_WHAT IS BEING ASKED:_
Only those lines in the data below from the line containing "filename tests/test_defaults.py" through the line containing "assert (d.HALO_KEEP, d.HALO_FORMAT, d.HALO_STALE, d.HALO_SMOOTH)", both included, should be restated word for word.

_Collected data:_
▶

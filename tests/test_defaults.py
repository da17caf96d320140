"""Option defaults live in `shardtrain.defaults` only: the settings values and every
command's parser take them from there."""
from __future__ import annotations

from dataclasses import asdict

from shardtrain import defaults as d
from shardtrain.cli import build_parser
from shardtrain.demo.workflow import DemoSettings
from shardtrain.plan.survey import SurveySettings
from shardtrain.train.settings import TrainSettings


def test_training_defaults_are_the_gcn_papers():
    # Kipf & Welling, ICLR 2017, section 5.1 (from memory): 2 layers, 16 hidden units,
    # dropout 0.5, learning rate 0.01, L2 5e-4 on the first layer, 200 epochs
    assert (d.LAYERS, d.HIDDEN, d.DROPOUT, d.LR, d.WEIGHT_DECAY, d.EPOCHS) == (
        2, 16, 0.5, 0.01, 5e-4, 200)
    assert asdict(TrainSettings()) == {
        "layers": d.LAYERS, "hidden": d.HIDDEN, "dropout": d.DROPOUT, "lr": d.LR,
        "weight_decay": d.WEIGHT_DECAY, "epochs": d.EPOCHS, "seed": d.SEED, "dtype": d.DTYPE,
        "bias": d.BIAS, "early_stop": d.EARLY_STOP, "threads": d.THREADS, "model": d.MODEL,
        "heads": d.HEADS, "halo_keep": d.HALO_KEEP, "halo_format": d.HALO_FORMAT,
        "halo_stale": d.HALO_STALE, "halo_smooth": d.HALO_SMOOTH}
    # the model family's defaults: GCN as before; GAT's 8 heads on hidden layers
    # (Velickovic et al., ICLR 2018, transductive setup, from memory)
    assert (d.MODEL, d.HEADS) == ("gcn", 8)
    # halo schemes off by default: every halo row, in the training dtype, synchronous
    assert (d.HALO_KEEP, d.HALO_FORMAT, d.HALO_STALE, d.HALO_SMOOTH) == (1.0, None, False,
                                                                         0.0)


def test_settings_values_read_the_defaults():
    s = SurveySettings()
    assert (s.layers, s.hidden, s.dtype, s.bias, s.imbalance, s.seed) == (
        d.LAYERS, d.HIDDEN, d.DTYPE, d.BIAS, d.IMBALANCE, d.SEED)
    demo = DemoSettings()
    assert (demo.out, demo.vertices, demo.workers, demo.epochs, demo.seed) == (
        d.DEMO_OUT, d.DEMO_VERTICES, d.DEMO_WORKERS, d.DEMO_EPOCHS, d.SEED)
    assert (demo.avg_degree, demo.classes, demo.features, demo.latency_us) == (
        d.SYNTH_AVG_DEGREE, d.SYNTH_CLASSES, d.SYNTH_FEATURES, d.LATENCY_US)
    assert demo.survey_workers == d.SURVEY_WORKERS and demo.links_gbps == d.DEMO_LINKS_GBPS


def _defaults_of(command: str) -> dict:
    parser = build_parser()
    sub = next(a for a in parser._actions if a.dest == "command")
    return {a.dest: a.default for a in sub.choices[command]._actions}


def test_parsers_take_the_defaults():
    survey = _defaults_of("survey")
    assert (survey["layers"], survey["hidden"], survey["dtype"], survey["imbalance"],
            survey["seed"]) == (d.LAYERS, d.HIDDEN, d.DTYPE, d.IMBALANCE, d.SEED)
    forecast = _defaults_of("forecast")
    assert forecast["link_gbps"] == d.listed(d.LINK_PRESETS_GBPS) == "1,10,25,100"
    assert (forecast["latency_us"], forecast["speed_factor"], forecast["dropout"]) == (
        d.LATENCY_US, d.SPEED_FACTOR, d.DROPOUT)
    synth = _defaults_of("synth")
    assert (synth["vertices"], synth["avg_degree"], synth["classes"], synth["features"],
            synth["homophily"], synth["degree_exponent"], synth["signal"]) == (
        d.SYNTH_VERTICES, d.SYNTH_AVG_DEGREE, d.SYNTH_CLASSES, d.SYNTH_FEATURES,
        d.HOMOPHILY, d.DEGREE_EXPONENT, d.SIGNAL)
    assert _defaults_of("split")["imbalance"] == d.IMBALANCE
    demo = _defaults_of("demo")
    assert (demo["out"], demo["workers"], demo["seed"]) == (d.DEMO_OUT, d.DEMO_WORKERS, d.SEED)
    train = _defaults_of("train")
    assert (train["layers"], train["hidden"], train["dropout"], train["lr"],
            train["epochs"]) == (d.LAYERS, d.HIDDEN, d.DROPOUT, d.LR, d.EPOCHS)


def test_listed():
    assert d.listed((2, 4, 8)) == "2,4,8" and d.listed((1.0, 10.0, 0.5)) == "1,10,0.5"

◀
▶

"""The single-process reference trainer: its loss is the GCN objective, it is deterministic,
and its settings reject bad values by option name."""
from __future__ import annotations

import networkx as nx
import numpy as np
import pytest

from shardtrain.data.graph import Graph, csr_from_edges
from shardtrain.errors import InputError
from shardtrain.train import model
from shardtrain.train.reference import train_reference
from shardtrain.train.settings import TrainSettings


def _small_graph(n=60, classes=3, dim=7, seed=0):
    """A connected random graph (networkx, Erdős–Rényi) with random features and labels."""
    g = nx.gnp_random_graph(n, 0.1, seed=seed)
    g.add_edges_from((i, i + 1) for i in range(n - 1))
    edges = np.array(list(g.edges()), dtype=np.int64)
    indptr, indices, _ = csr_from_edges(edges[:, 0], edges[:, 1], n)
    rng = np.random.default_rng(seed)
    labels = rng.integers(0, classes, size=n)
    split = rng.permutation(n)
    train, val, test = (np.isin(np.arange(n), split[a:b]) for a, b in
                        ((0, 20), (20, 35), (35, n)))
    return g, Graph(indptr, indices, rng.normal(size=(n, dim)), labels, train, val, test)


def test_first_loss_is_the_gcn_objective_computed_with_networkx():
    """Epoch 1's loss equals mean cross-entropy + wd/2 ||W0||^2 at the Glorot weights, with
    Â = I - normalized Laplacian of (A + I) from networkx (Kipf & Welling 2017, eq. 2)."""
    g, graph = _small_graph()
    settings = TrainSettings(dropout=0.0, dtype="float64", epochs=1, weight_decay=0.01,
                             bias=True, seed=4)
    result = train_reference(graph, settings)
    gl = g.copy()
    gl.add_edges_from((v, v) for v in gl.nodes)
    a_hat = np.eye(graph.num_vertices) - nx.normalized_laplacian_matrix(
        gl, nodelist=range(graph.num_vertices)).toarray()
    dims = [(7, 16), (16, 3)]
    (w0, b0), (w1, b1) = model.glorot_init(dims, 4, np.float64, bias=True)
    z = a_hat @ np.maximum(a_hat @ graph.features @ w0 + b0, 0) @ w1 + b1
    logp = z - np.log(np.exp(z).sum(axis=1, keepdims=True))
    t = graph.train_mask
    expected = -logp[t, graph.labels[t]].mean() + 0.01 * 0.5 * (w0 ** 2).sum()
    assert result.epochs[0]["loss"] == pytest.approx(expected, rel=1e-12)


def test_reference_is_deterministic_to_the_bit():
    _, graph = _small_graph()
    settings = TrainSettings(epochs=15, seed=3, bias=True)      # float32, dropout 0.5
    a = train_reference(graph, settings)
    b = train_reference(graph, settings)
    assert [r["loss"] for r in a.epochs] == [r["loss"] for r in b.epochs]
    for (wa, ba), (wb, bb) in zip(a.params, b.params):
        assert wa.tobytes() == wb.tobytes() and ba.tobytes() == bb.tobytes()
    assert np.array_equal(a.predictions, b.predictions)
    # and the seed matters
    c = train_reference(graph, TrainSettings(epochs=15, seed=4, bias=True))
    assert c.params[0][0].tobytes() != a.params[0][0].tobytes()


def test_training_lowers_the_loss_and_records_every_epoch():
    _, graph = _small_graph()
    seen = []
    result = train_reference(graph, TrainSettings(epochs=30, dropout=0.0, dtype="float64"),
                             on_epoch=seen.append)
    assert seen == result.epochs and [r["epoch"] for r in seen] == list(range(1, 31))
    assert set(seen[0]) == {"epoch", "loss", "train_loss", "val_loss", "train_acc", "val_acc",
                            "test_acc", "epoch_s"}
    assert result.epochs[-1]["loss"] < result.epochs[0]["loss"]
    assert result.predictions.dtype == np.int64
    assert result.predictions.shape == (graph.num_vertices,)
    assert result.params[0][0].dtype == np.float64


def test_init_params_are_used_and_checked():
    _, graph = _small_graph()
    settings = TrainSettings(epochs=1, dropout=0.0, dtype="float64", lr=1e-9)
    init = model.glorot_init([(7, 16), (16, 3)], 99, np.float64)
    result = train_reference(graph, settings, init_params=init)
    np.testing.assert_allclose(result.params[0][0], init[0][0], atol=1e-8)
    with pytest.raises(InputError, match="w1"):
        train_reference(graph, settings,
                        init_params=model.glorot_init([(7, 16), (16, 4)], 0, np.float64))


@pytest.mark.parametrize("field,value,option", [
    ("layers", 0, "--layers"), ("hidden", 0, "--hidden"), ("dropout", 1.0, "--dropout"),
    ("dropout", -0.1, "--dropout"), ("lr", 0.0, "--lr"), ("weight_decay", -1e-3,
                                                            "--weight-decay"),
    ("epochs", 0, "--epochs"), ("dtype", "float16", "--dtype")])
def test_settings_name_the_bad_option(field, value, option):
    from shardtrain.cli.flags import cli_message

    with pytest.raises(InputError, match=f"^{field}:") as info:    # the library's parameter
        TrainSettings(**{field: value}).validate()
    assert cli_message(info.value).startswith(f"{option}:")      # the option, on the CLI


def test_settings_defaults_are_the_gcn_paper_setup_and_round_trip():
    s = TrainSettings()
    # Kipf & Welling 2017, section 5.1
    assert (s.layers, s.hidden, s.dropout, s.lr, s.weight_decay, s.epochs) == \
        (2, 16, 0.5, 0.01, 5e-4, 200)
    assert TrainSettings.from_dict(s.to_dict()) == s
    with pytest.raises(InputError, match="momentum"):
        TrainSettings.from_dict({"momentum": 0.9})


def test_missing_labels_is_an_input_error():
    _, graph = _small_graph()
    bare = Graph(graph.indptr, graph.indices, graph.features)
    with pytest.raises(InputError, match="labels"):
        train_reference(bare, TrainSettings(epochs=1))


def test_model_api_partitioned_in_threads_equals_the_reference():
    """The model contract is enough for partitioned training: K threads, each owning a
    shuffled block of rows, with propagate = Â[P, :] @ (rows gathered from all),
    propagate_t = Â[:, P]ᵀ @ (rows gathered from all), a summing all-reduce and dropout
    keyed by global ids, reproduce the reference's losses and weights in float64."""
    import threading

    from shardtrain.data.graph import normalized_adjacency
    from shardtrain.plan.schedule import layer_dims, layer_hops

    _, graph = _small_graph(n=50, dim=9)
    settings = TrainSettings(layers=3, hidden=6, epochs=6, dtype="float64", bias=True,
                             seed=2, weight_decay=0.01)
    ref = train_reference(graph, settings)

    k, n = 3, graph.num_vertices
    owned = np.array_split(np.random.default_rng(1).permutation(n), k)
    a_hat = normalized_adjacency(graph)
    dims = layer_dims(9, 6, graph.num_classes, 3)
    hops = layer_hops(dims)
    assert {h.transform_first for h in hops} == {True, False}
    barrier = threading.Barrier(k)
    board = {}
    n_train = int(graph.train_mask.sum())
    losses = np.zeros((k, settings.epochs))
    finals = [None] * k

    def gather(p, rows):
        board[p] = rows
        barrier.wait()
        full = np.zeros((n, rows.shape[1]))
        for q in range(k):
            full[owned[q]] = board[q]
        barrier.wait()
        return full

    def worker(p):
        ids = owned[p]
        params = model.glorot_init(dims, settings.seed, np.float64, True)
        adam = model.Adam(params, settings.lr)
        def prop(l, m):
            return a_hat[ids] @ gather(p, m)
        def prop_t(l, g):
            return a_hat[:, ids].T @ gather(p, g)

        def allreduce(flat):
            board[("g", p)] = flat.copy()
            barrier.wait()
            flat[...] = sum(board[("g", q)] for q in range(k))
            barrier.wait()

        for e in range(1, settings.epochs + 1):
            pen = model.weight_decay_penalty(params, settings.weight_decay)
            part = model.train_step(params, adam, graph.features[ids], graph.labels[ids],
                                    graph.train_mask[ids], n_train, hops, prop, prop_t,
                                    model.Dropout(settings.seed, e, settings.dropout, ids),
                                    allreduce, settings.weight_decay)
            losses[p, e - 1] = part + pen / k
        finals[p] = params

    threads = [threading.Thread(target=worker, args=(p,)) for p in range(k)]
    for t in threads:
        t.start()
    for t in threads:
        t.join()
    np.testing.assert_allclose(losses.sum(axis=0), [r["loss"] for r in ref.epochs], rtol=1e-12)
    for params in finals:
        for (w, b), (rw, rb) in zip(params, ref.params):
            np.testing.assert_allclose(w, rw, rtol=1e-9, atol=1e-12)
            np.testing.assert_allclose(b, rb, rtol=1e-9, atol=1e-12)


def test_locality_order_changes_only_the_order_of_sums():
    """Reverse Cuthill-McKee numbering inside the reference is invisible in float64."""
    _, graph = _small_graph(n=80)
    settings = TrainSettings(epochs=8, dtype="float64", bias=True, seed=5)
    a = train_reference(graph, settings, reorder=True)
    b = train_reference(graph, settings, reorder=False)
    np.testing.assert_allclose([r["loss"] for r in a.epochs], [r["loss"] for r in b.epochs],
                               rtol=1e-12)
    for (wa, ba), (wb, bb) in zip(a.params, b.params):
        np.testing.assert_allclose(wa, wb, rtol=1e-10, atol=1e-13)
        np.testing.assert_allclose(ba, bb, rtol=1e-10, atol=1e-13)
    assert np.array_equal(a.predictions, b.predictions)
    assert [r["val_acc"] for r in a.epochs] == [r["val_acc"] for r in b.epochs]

◀

_SOLUTION BELOW:_
filename tests/test_defaults.py
repository da17caf96d320140
"""Option defaults live in `shardtrain.defaults` only: the settings values and every
command's parser take them from there."""
from __future__ import annotations

from dataclasses import asdict

from shardtrain import defaults as d
from shardtrain.cli import build_parser
from shardtrain.demo.workflow import DemoSettings
from shardtrain.plan.survey import SurveySettings
from shardtrain.train.settings import TrainSettings


def test_training_defaults_are_the_gcn_papers():
    # Kipf & Welling, ICLR 2017, section 5.1 (from memory): 2 layers, 16 hidden units,
    # dropout 0.5, learning rate 0.01, L2 5e-4 on the first layer, 200 epochs
    assert (d.LAYERS, d.HIDDEN, d.DROPOUT, d.LR, d.WEIGHT_DECAY, d.EPOCHS) == (
        2, 16, 0.5, 0.01, 5e-4, 200)
    assert asdict(TrainSettings()) == {
        "layers": d.LAYERS, "hidden": d.HIDDEN, "dropout": d.DROPOUT, "lr": d.LR,
        "weight_decay": d.WEIGHT_DECAY, "epochs": d.EPOCHS, "seed": d.SEED, "dtype": d.DTYPE,
        "bias": d.BIAS, "early_stop": d.EARLY_STOP, "threads": d.THREADS, "model": d.MODEL,
        "heads": d.HEADS, "halo_keep": d.HALO_KEEP, "halo_format": d.HALO_FORMAT,
        "halo_stale": d.HALO_STALE, "halo_smooth": d.HALO_SMOOTH}
    # the model family's defaults: GCN as before; GAT's 8 heads on hidden layers
    # (Velickovic et al., ICLR 2018, transductive setup, from memory)
    assert (d.MODEL, d.HEADS) == ("gcn", 8)
    # halo schemes off by default: every halo row, in the training dtype, synchronous
    assert (d.HALO_KEEP, d.HALO_FORMAT, d.HALO_STALE, d.HALO_SMOOTH) == (1.0, None, False,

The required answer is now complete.